As far as it being an overkill for 1-5 grams. One, i started with a map tourch ( The actual one lazor steve used in his melt video, he traded it to me and yes he signed it) It would not melt my powder in to a botton Two, i found a oxy/ace torch at a yard sale for 40 bucks after buying the gas it worked real great but the the ace side of the gun started leaking while lite and almost burned my hand to the point of the er. Three, i then traded it for a oxy/propane tourch and after bringing it home i went to turn on the gas and low and behold i smelt propane gas leaking so i had it looked at and was told the regulator needed to be replaced.

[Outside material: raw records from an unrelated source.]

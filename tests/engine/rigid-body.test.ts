/**
 * Whole-structure mechanisms are named as such (lib/engine/rigid-body.ts): a plane structure whose supports
 * leave x, y or rotation free, or whose reactions are all concurrent or all parallel, moves as a rigid body
 * (common practice: improper supports). Local mechanisms keep the node-and-direction message.
 */
import { describe, expect, it } from "vitest";
import { analyze, type ModelInput } from "@/lib/engine";
import { A, E, I } from "./helpers";

type Support = NonNullable<ModelInput["nodes"][number]["support"]>;

function errorsOf(model: ModelInput) {
  const out = analyze(model);
  if (out.ok) throw new Error("expected the analysis to refuse the model");
  return out.errors;
}

/** A triangle truss A(0,0) – B(6,0) – C(3,4) with the given supports and a load at C. */
function triangle(supports: { A?: Support; B?: Support; C?: Support }): ModelInput {
  const truss = (id: string, start: string, end: string) => ({ id, start, end, kind: "truss" as const, E, A });
  return {
    nodes: [
      { id: "A", x: 0, y: 0, support: supports.A },
      { id: "B", x: 6, y: 0, support: supports.B },
      { id: "C", x: 3, y: 4, support: supports.C },
    ],
    members: [truss("AB", "A", "B"), truss("BC", "B", "C"), truss("CA", "C", "A")],
    loadCases: [{ id: "P", loads: [{ kind: "nodal", node: "C", fy: -10e3 }] }],
  };
}

describe("the supports let the whole structure move", () => {
  it("no support in x: it slides in x", () => {
    expect(errorsOf(triangle({ A: { uy: "fixed" }, B: { uy: "fixed" } }))).toEqual([
      { kind: "rigid-body", motion: "slide-x", message: "The structure can slide in x as a whole: no support restrains x" },
    ]);
  });

  it("no support in y: it slides in y", () => {
    expect(errorsOf(triangle({ A: { ux: "fixed" }, C: { ux: "fixed" } }))).toEqual([
      { kind: "rigid-body", motion: "slide-y", message: "The structure can slide in y as a whole: no support restrains y" },
    ]);
  });

  it("no support at all: it slides both ways and turns", () => {
    expect(errorsOf(triangle({})).map((e) => e.message)).toEqual([
      "The structure can slide in x as a whole: no support restrains x",
      "The structure can slide in y as a whole: no support restrains y",
      "The structure can turn as a whole about any point: no support restrains it",
    ]);
  });

  it("reactions concurrent at a point that is no node: it turns about that point", () => {
    // x held at C (line y = 4), y held at A (line x = 0): both reactions pass through (0, 4).
    expect(errorsOf(triangle({ A: { uy: "fixed" }, C: { ux: "fixed" } }))).toEqual([
      {
        kind: "rigid-body",
        motion: "turn",
        about: { x: 0, y: 4 },
        message:
          "The structure can turn as a whole about the point x = 0 m, y = 4 m: every support reaction acts through that point and nothing holds the structure in rotation",
      },
    ]);
  });

  it("x held on one line only: it slides in y and turns about that line", () => {
    const errors = errorsOf(triangle({ A: { ux: "fixed" }, B: { ux: "fixed" } }));
    expect(errors.map((e) => e.kind === "rigid-body" && e.motion)).toEqual(["slide-y", "turn"]);
    expect(errors[1]).toMatchObject({
      line: { y: 0 },
      message:
        "The structure can turn as a whole about any point of the line y = 0 m: every support reaction acts along that line and nothing holds the structure in rotation",
    });
  });

  it("y held on one vertical line only: it slides in x and turns about that line", () => {
    expect(errorsOf(triangle({ A: { uy: "fixed" } }))).toEqual([
      { kind: "rigid-body", motion: "slide-x", message: "The structure can slide in x as a whole: no support restrains x" },
      {
        kind: "rigid-body",
        motion: "turn",
        line: { x: 0 },
        message:
          "The structure can turn as a whole about any point of the line x = 0 m: every support reaction acts along that line and nothing holds the structure in rotation",
      },
    ]);
  });

  it("a single pin away from the origin: it turns about that node", () => {
    expect(errorsOf(triangle({ C: { ux: "fixed", uy: "fixed" } }))).toEqual([
      {
        kind: "rigid-body",
        motion: "turn",
        about: { x: 3, y: 4 },
        node: "C",
        message:
          "The structure can turn as a whole about node C (x = 3 m, y = 4 m): every support reaction acts through that point and nothing holds the structure in rotation",
      },
    ]);
  });

  it("coordinates that differ by round-off relative to the model's size lie on one line", () => {
    // B sits 5e-12 m above A's level on a model 6 m across (about 1e-12 of its size): the x restraints at A and
    // B act along one line through A, so the pin at A and the x roller at B let it turn about A.
    const model = triangle({ A: { ux: "fixed", uy: "fixed" }, B: { ux: "fixed" } });
    model.nodes[1] = { ...model.nodes[1], y: 5e-12 };
    expect(errorsOf(model)).toEqual([
      expect.objectContaining({ kind: "rigid-body", motion: "turn", about: { x: 0, y: 0 }, node: "A" }),
    ]);
  });

  it("the same round-off on a model far from the origin, in negative coordinates", () => {
    // The tolerance scales with the largest |coordinate|, here 60 m: 5e-11 m is round-off there too.
    const model = triangle({ A: { ux: "fixed", uy: "fixed" }, B: { ux: "fixed" } });
    model.nodes = model.nodes.map((n) => ({ ...n, x: n.x - 60, y: n.y - 40 }));
    model.nodes[1] = { ...model.nodes[1], y: -40 + 5e-11 };
    expect(errorsOf(model)).toEqual([
      expect.objectContaining({ kind: "rigid-body", motion: "turn", about: { x: -60, y: -40 }, node: "A" }),
    ]);
  });

  it("a rotational support at a truss node holds nothing in rotation", () => {
    const errors = errorsOf(triangle({ A: { ux: "fixed", uy: "fixed", rz: "fixed" } }));
    expect(errors).toEqual([expect.objectContaining({ kind: "rigid-body", motion: "turn", node: "A" })]);
  });

  it("a support at a node no member reaches holds nothing", () => {
    const model = triangle({ A: { uy: "fixed" }, B: { uy: "fixed" } });
    model.nodes.push({ id: "loose", x: 9, y: 9, support: { ux: "fixed", uy: "fixed", rz: "fixed" } });
    expect(errorsOf(model)).toEqual([expect.objectContaining({ kind: "rigid-body", motion: "slide-x" })]);
  });
});

describe("supports that hold the whole structure", () => {
  it("a pin and a roller at another x: analysed", () => {
    expect(analyze(triangle({ A: { ux: "fixed", uy: "fixed" }, B: { uy: "fixed" } })).ok).toBe(true);
  });

  it("a single fixed base of a frame member (a cantilever): analysed", () => {
    const model: ModelInput = {
      nodes: [
        { id: "A", x: 0, y: 0, support: { ux: "fixed", uy: "fixed", rz: "fixed" } },
        { id: "B", x: 0, y: 3 },
      ],
      members: [{ id: "AB", start: "A", end: "B", E, A, I }],
      loadCases: [{ id: "H", loads: [{ kind: "nodal", node: "B", fx: 1e3 }] }],
    };
    expect(analyze(model).ok).toBe(true);
  });

  it("a fixed support at the end node of a member holds the structure in rotation", () => {
    // The member runs from the free tip to the fixed base, so the base is the member's end node.
    const model: ModelInput = {
      nodes: [
        { id: "tip", x: 0, y: 3 },
        { id: "base", x: 0, y: 0, support: { ux: "fixed", uy: "fixed", rz: "fixed" } },
      ],
      members: [{ id: "column", start: "tip", end: "base", E, A, I }],
      loadCases: [{ id: "H", loads: [{ kind: "nodal", node: "tip", fx: 1e3 }] }],
    };
    expect(analyze(model).ok).toBe(true);
  });

  it("a model with no members: a free node is named, not the whole structure", () => {
    const out = analyze({ nodes: [{ id: "a", x: 0, y: 0 }], members: [], loadCases: [{ id: "P", loads: [] }] });
    expect(out.ok ? [] : out.errors).toEqual([
      { kind: "unstable", node: "a", direction: "ux", message: "Node a is free to move in x (mechanism or missing support)" },
    ]);
  });

  it("springs count as supports", () => {
    const spring = { kind: "spring" as const, stiffness: 1e6 };
    expect(analyze(triangle({ A: { ux: spring, uy: spring }, B: { uy: spring } })).ok).toBe(true);
  });

  it("a local mechanism is still named by node and direction", () => {
    // Pinned bases at different x hold the whole; a beam hinged at both knees lets the portal sway.
    const model: ModelInput = {
      nodes: [
        { id: "A", x: 0, y: 0, support: { ux: "fixed", uy: "fixed" } },
        { id: "B", x: 0, y: 4 },
        { id: "C", x: 8, y: 4 },
        { id: "D", x: 8, y: 0, support: { ux: "fixed", uy: "fixed" } },
      ],
      members: [
        { id: "AB", start: "A", end: "B", E, A, I },
        { id: "BC", start: "B", end: "C", E, A, I, releases: { startMoment: true, endMoment: true } },
        { id: "DC", start: "D", end: "C", E, A, I },
      ],
      loadCases: [{ id: "W", loads: [{ kind: "nodal", node: "B", fx: 1e3 }] }],
    };
    const errors = errorsOf(model);
    expect(errors).toEqual([expect.objectContaining({ kind: "unstable" })]);
    expect(errors[0].message).toMatch(/^Node [BC] is free to (move in [xy]|rotate) \(mechanism or missing support\)$/);
  });
});
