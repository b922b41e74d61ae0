import type { Metadata } from "next";
import { notFound } from "next/navigation";
import { requirePageActor } from "@/lib/auth/session";
import { AppError } from "@/lib/domain/errors";
import { can } from "@/lib/domain/permissions";
import { runUseCase } from "@/lib/use-cases/run";
import { readDraft } from "@/lib/use-cases/standards";
import { checkDraft } from "@/lib/use-cases/standards";
import { diffStandards } from "@/lib/standards/diff";
import { VersionDiff } from "@/components/standards/version-diff";
import { DraftHeader } from "@/components/drafts/draft-header";
import { DraftEditor } from "./_components/draft-editor";
import { DraftPreview } from "./_components/draft-preview";
import { ReviewPanel } from "./_components/review-panel";
import { ReviewHistory } from "./_components/review-history";
import { HandCalculations } from "./_components/hand-calculations";

export const metadata: Metadata = { title: "Draft standard" };

export default async function DraftPage({ params }: PageProps<"/standards/drafts/[draftId]">) {
  const { draftId } = await params;
  const actor = await requirePageActor("templates.write-draft", { next: `/standards/drafts/${encodeURIComponent(draftId)}` });
  let view;
  try {
    view = await runUseCase(readDraft, { actor, input: { draftId } });
  } catch (error) {
    if (error instanceof AppError && (error.code === "not-found" || error.code === "invalid-input")) notFound();
    throw error;
  }
  const { draft, reviews, basedOn, attachments } = view;
  const mine = draft.authorId === actor.id;
  const open = reviews.find((review) => review.outcome === null) ?? null;
  const lastReturned = [...reviews].reverse().find((review) => review.outcome === "returned") ?? null;
  const check = await runUseCase(checkDraft, { actor, input: { draftId } }).catch((error: unknown) => {
    if (error instanceof AppError) return { failure: error.message };
    throw error;
  });
  const editing = draft.state === "editing" && mine;
  const savedPreview = <DraftPreview actor={actor} draftId={draft.id} check={"failure" in check ? null : check} />;
  return (
    <>
      <DraftHeader slug={draft.slug} mine={mine} authorName={draft.authorName} state={draft.state} reviews={reviews.length}>
        {basedOn ? `Started from v${basedOn.number} (${basedOn.title}).` : "A new standard."} Saved drafts are kept; a draft is
        submitted once it compiles and its verification cases pass, and a second standards lead reviews it.
      </DraftHeader>
      {editing ? (
        <DraftEditor
          savedPreview={savedPreview}
          draftId={draft.id}
          source={draft.source}
          problems={"failure" in check ? [] : check.problems}
          gate={"failure" in check ? [check.failure] : []}
          verification={"failure" in check ? [] : check.verification}
          commentLines={lastReturned?.comments.flatMap((comment) => (comment.line ? [comment.line] : [])) ?? []}
        />
      ) : null}
      {open && !mine && can(actor.role, "templates.review") ? (
        <ReviewPanel review={open} verification={"failure" in check ? [] : check.verification} />
      ) : null}
      {open && mine ? (
        <p className="rounded-plate bg-warn-100 p-4 text-warn-700" data-testid="waiting-review">
          Submitted for review: “{open.changelog}”. A second standards lead approves it or returns it with comments.
        </p>
      ) : null}
      {open && basedOn ? (
        <section className="mt-8" aria-labelledby="changes-heading">
          <h2 id="changes-heading" className="mb-3 text-lg font-semibold text-ink-900">
            Changes since v{basedOn.number}
          </h2>
          <VersionDiff
            diff={diffStandards(basedOn.source, open.source)}
            oldLabel={`v${basedOn.number}`}
            newLabel="This submission"
          />
        </section>
      ) : null}
      <HandCalculations draftId={draft.id} attachments={attachments} canAttach={editing} />
      <ReviewHistory reviews={reviews} />
      {editing ? null : savedPreview}
    </>
  );
}
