// The sparse kernels' own tests, for mutation testing of lib/engine/sparse (stryker.sparse.config.mjs), run by
// hand. The whole engine suite also reaches the kernels (every analysis solves through them), but on a 2-core
// machine running it for each of the kernels' mutants would take many hours. This set is the kernels' tests
// against a dense reference (tests/engine/sparse), the engine's equations solved both ways
// (solver-reference), the stiffness pattern built on the triplet builder (stiffness-pattern) and the property
// tests that multiply by the assembled matrix (properties). A mutant this set kills, the whole suite kills too;
// a survivor here may still be killed by the rest of the suite.
import { engineMutationConfig } from "./mutation-vitest";

export default engineMutationConfig([
  "tests/engine/sparse/**/*.test.ts",
  "tests/engine/solver-reference.test.ts",
  "tests/engine/stiffness-pattern.test.ts",
  "tests/engine/properties.test.ts",
]);
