// Micro-benchmark of the sparse solver on frame stiffness matrices: npm run bench:sparse
// The matrices are the engine's own K of the regular frames of bench-engine.ts (through linearSystem).
import { linearSystem } from "../lib/engine";
import { factorizeSymmetric, multiplySymmetric, type OrderingMethod } from "../lib/engine/sparse";
import { regularFrame } from "./bench-engine";

function frameMatrix(storeys: number, bays: number) {
  const built = linearSystem(regularFrame(storeys, bays));
  if (!built.ok || !built.system.K) throw new Error("invalid benchmark frame");
  return { matrix: built.system.K, blockSize: built.system.blockSize };
}

const sizes: Array<[number, number]> = [
  [10, 10],
  [50, 50],
  [100, 100],
  [200, 100],
];
const methods: OrderingMethod[] = ["amd", "rcm"];
const repeats = 5;

const fmt = (v: number): string => v.toFixed(1).padStart(8);
console.log(
  ["size", "method", "n", "nnz(A)", "nnz(L)", "order", "symbolic", "numeric", "solve", "fact.cpu", "resid"]
    .map((s) => s.padStart(9))
    .join(""),
);
for (const [storeys, bays] of sizes) {
  const frame = frameMatrix(storeys, bays);
  const a = frame.matrix;
  const b = new Float64Array(a.n).map((_, i) => Math.sin(i + 1));
  for (const method of methods) {
    if (method === "rcm" && storeys * bays > 100 * 100) continue;
    // Best of several runs: the first pays for JIT warm-up.
    // Wall times suffer when other processes share the machine; the process CPU time of the whole
    // factorisation is printed too, as a steadier figure.
    let best = { order: Infinity, symbolic: Infinity, numeric: Infinity, solve: Infinity, cpu: Infinity };
    let nnzL = 0;
    let resid = 0;
    for (let r = 0; r < repeats; r++) {
      const cpu0 = process.cpuUsage();
      const result = factorizeSymmetric(a, { ordering: method, blockSize: frame.blockSize });
      const cpu = process.cpuUsage(cpu0);
      if (!result.ok) throw new Error(`factorisation failed at equation ${result.equation}`);
      const t0 = performance.now();
      const x = result.factor.solve(b);
      const solveMs = performance.now() - t0;
      const s = result.factor.stats;
      best = {
        order: Math.min(best.order, s.orderingMs),
        symbolic: Math.min(best.symbolic, s.symbolicMs),
        numeric: Math.min(best.numeric, s.numericMs),
        solve: Math.min(best.solve, solveMs),
        cpu: Math.min(best.cpu, (cpu.user + cpu.system) / 1000),
      };
      nnzL = s.nnzL;
      const ax = multiplySymmetric(a, x);
      let num = 0;
      let den = 0;
      for (let i = 0; i < a.n; i++) {
        num += (ax[i] - b[i]) ** 2;
        den += b[i] ** 2;
      }
      resid = Math.sqrt(num / den);
    }
    console.log(
      `${`${storeys}x${bays}`.padStart(9)}${method.padStart(9)}${String(a.n).padStart(9)}${String(a.colPtr[a.n]).padStart(9)}${String(nnzL).padStart(9)}` +
        `${fmt(best.order)} ${fmt(best.symbolic)} ${fmt(best.numeric)} ${fmt(best.solve)} ${fmt(best.cpu)} ${resid.toExponential(1).padStart(8)}`,
    );
  }
}
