// Seeds the demo firm into DATABASE_URL when it has no users yet; otherwise says so and leaves it.
// Run by `npm start` and `npm test` after the migrations. Uses its own pool and closes it.
import { drizzle } from "drizzle-orm/node-postgres";
import pg from "pg";
import { seedDemoFirm } from "../db/seed";
import * as schema from "../db/schema";

async function main(): Promise<number> {
  const url = process.env.DATABASE_URL;
  if (!url) {
    console.error("seed: DATABASE_URL is not set");
    return 1;
  }
  const pool = new pg.Pool({ connectionString: url, max: 1 });
  try {
    const result = await seedDemoFirm(drizzle(pool, { schema, casing: "snake_case" }));
    console.log(
      result.seeded
        ? `seed: demo firm created (${result.users} users, ${result.projects} projects)`
        : "seed: already seeded (users exist); nothing changed",
    );
    return 0;
  } finally {
    await pool.end();
  }
}

main().then(
  (code) => process.exit(code),
  (error: unknown) => {
    console.error("seed: failed:", error instanceof Error ? error.message : error);
    process.exit(1);
  },
);
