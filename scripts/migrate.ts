// Applies the Drizzle migrations in drizzle/ as the owner role (DATABASE_OWNER_URL), then grants the app's
// role (the user in DATABASE_URL) its privileges on everything there is now, new tables included
// (scripts/lib/app-privileges.ts). Run by `npm start`, `npm test` and `npm run db:migrate`.
import fs from "node:fs";
import path from "node:path";
import { drizzle } from "drizzle-orm/node-postgres";
import { migrate } from "drizzle-orm/node-postgres/migrator";
import type pg from "pg";
import { checkAppRole, grantAppPrivileges } from "./lib/app-privileges";
import { runDatabaseScript } from "./lib/database-script";

const migrationsFolder = path.resolve(import.meta.dirname, "..", "drizzle");

async function countApplied(pool: pg.Pool): Promise<number> {
  try {
    const result = await pool.query("select count(*)::int as n from drizzle.__drizzle_migrations");
    return result.rows[0].n as number;
  } catch {
    return 0; // the table appears with the first migration
  }
}

async function withConnection<T>(pool: pg.Pool, work: (client: pg.PoolClient) => Promise<T>): Promise<T> {
  const client = await pool.connect();
  try {
    return await work(client);
  } finally {
    client.release();
  }
}

/** The app's role: the user DATABASE_URL logs in as. Read before migrating, so a missing one changes nothing. */
function appRoleOrThrow(): string {
  const url = process.env.DATABASE_URL;
  if (!url) throw new Error("DATABASE_URL is not set: its user is the app's role, which the migrations grant its privileges to");
  const role = decodeURIComponent(new URL(url).username);
  if (!role) throw new Error("DATABASE_URL names no user: it must log in as the app's own role");
  return role;
}

runDatabaseScript(
  "migrate",
  async (pool, url) => {
    const database = new URL(url).pathname.slice(1);
    const appRole = appRoleOrThrow();
    if (!fs.existsSync(path.join(migrationsFolder, "meta", "_journal.json"))) {
      console.log("migrate: drizzle/ has no migrations yet (no meta/_journal.json): nothing to apply");
      return 0;
    }
    await withConnection(pool, (client) => checkAppRole(client, appRole)); // before migrating: a wrong set-up changes nothing
    const before = await countApplied(pool);
    await migrate(drizzle(pool), { migrationsFolder });
    const after = await countApplied(pool);
    console.log(`migrate: ${after - before} new migration(s) applied to ${database}, ${after} in total`);
    const granted = await withConnection(pool, (client) => grantAppPrivileges(client, appRole));
    const appendOnly = granted.appendOnly.length > 0 ? `; append-only: ${granted.appendOnly.join(", ")}` : "";
    console.log(
      `migrate: privileges of ${appRole} set on ${granted.tables} tables (${granted.jobQueueTables} of the job queue${appendOnly})`,
    );
    return 0;
  },
  { urlVariable: "DATABASE_OWNER_URL" },
);
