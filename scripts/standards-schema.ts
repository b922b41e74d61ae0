/**
 * npm run standards:schema — writes content/standard.schema.json, the JSON Schema of a standard's definition
 * (the YAML header), for editors and other tools. A test fails when the committed file is out of date.
 */
import { writeFileSync } from "node:fs";
import path from "node:path";
import { definitionJsonSchema } from "../lib/standards";

const file = path.resolve(import.meta.dirname, "../content/standard.schema.json");
writeFileSync(file, `${JSON.stringify(definitionJsonSchema(), null, 2)}\n`);
console.log(`wrote ${path.relative(process.cwd(), file)}`);
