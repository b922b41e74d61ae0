/** The JSON format and the `npm run analyze` command, end to end on the sample models. */
import { describe, it, expect } from "vitest";
import { spawnSync } from "node:child_process";
import { readFileSync } from "node:fs";
import path from "node:path";
import { analyze, modelJsonSchema, resultToJson, ENGINE_VERSION } from "@/lib/engine";
import { expectAllFinite, expectClose } from "./helpers";

const root = path.resolve(import.meta.dirname, "../..");
const example = (name: string) => path.join(root, "content/engine-examples", name);

function runCli(...args: string[]) {
  const r = spawnSync(process.execPath, ["--import", "tsx", path.join(root, "scripts/analyze.ts"), ...args], {
    cwd: root,
    encoding: "utf8",
  });
  return { status: r.status, json: r.stdout ? JSON.parse(r.stdout) : null };
}

describe("JSON model format", () => {
  it("is exported as JSON Schema", () => {
    const schema = modelJsonSchema() as { type: string; properties: Record<string, unknown>; required: string[] };
    expect(schema.type).toBe("object");
    expect(Object.keys(schema.properties)).toEqual(
      expect.arrayContaining(["nodes", "members", "loadCases", "combinations", "envelopes", "analysis", "dimension"]),
    );
    expect(schema.required).toContain("nodes");
  });

  it("serialises a result to finite, id-keyed JSON that survives a round trip", () => {
    const out = analyze(JSON.parse(readFileSync(example("portal-frame.json"), "utf8")));
    expect(out.ok).toBe(true);
    if (!out.ok) return;
    const json = JSON.parse(JSON.stringify(resultToJson(out.result, { points: 5 })));
    expectAllFinite(json);
    expect(json.engineVersion).toBe(ENGINE_VERSION);
    expect(Object.keys(json.loadCases.G.displacements)).toEqual(["A", "B", "C", "D"]);
    expect(json.combinations["ULS-1"].factors).toEqual({ G: 1.35, Q: 1.5, W: 0.9 });
    expect(json.envelopes.ULS.diagramExtremes.beam.M.max.from).toMatch(/^ULS-/);
  });
});

describe("npm run analyze", () => {
  it("prints results as JSON for a valid model", () => {
    const { status, json } = runCli(example("truss.json"), "--compact");
    expect(status).toBe(0);
    expect(json.ok).toBe(true);
    // Reaction at the roller C: P/2 + 3H/8 (see frames-trusses.test.ts).
    expectClose(json.loadCases.P.reactions.C.fy, 60e3 + 15e3);
  }, 30_000);

  it("prints errors as JSON and exits non-zero for an unstable model", () => {
    const { status, json } = runCli(example("unstable.json"));
    expect(status).toBe(1);
    expect(json).toEqual({ ok: false, errors: [expect.objectContaining({ kind: "rigid-body", motion: "slide-x" })] });
  }, 30_000);
});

Before i was able to fined one i found this kiln on cl and they were willing to trade for the oxy/propane tourch. As i know the kiln is worth much more than the tourch, it was a no brainer 
Hope i made a good trade, maybe


----------



## Smack (Nov 14, 2012)

Depending on the kiln it should be between 4 and 6 hours to get to 2000 deg., or you can get a torch and do it in 4 to 6 min.


----------



## chrishawn (Nov 14, 2012)

Wow i hope it dont take that long. If it does i will be selling it and try to get another torch. I will post results as soon as i fire it up.


----------



## MysticColby (Nov 14, 2012)

it sounds like you've had some crummy experiences with fire. the kiln was a great buy, I know I could think of a thing or two to do with an extra kiln. what's the internal dimensions?


----------



## chrishawn (Nov 14, 2012)

Hi mysticcolby
The inside is 10" deep and 13" octogon dia. 
I am running it for the first time now. Before i put gold in i am trying a bit of copper to see how long it takes to melt.
Will post results any ideas as to how long it should take or how offten i should check it.


----------



## chrishawn (Nov 15, 2012)

I had an old crucible and put some copper in it. I put in and started the kiln up. 
Ok so i had it on high for one and half hours with the hole plug out, then turned it off and waited a bit before opening. The copper did not melt just turned black.
So now we know 1 1/2 hours aint enough.tring 2 1/2 hours today. Does anyone know about how much it cost to run 110v 50amps perhour?


----------



## qst42know (Nov 15, 2012)

Possibly as much as getting your torch serviced. :wink: 

Thats a huge empty box to heat to melt 5 grams.


----------



## Smack (Nov 15, 2012)

A dollar to dollar fifty per hour. You can run it with the hole closed and you can open it while it's running. Other wise you would never be able to pour whatever you finally get to melt. Wear the proper gear, also I would not run it with out a pyrometer.


----------



## chrishawn (Nov 16, 2012)

Ok so i ran it on high for 4 hours and it turned my brown powder to gold but it did not melt into a button. I think i am going to sell it.
Thanks for all your help


----------



## hfywc (Nov 17, 2012)

did you get it from this seller?

http://www.ebay.com/itm/330358239044?ssPageName=STRK:MEWAX:IT&_trksid=p3984.m1423.l2649


----------



## chrishawn (Nov 17, 2012)

No it was just a guy on craigslist. If anyone is interested in it please pm me.


----------



## goldsilverpro (Nov 17, 2012)

I think he bought a top loading electric pottery kiln. I don't even think there's a temp controller or a meter on that model. That's why the cones came with it. Almost worthless for anything we would want to do, like melting metal. Sell it. Pottery people want those things.


----------



## chrishawn (Nov 18, 2012)

Yes it is a top feeder. I am def. going to sell it Thanks goldsilverpro


----------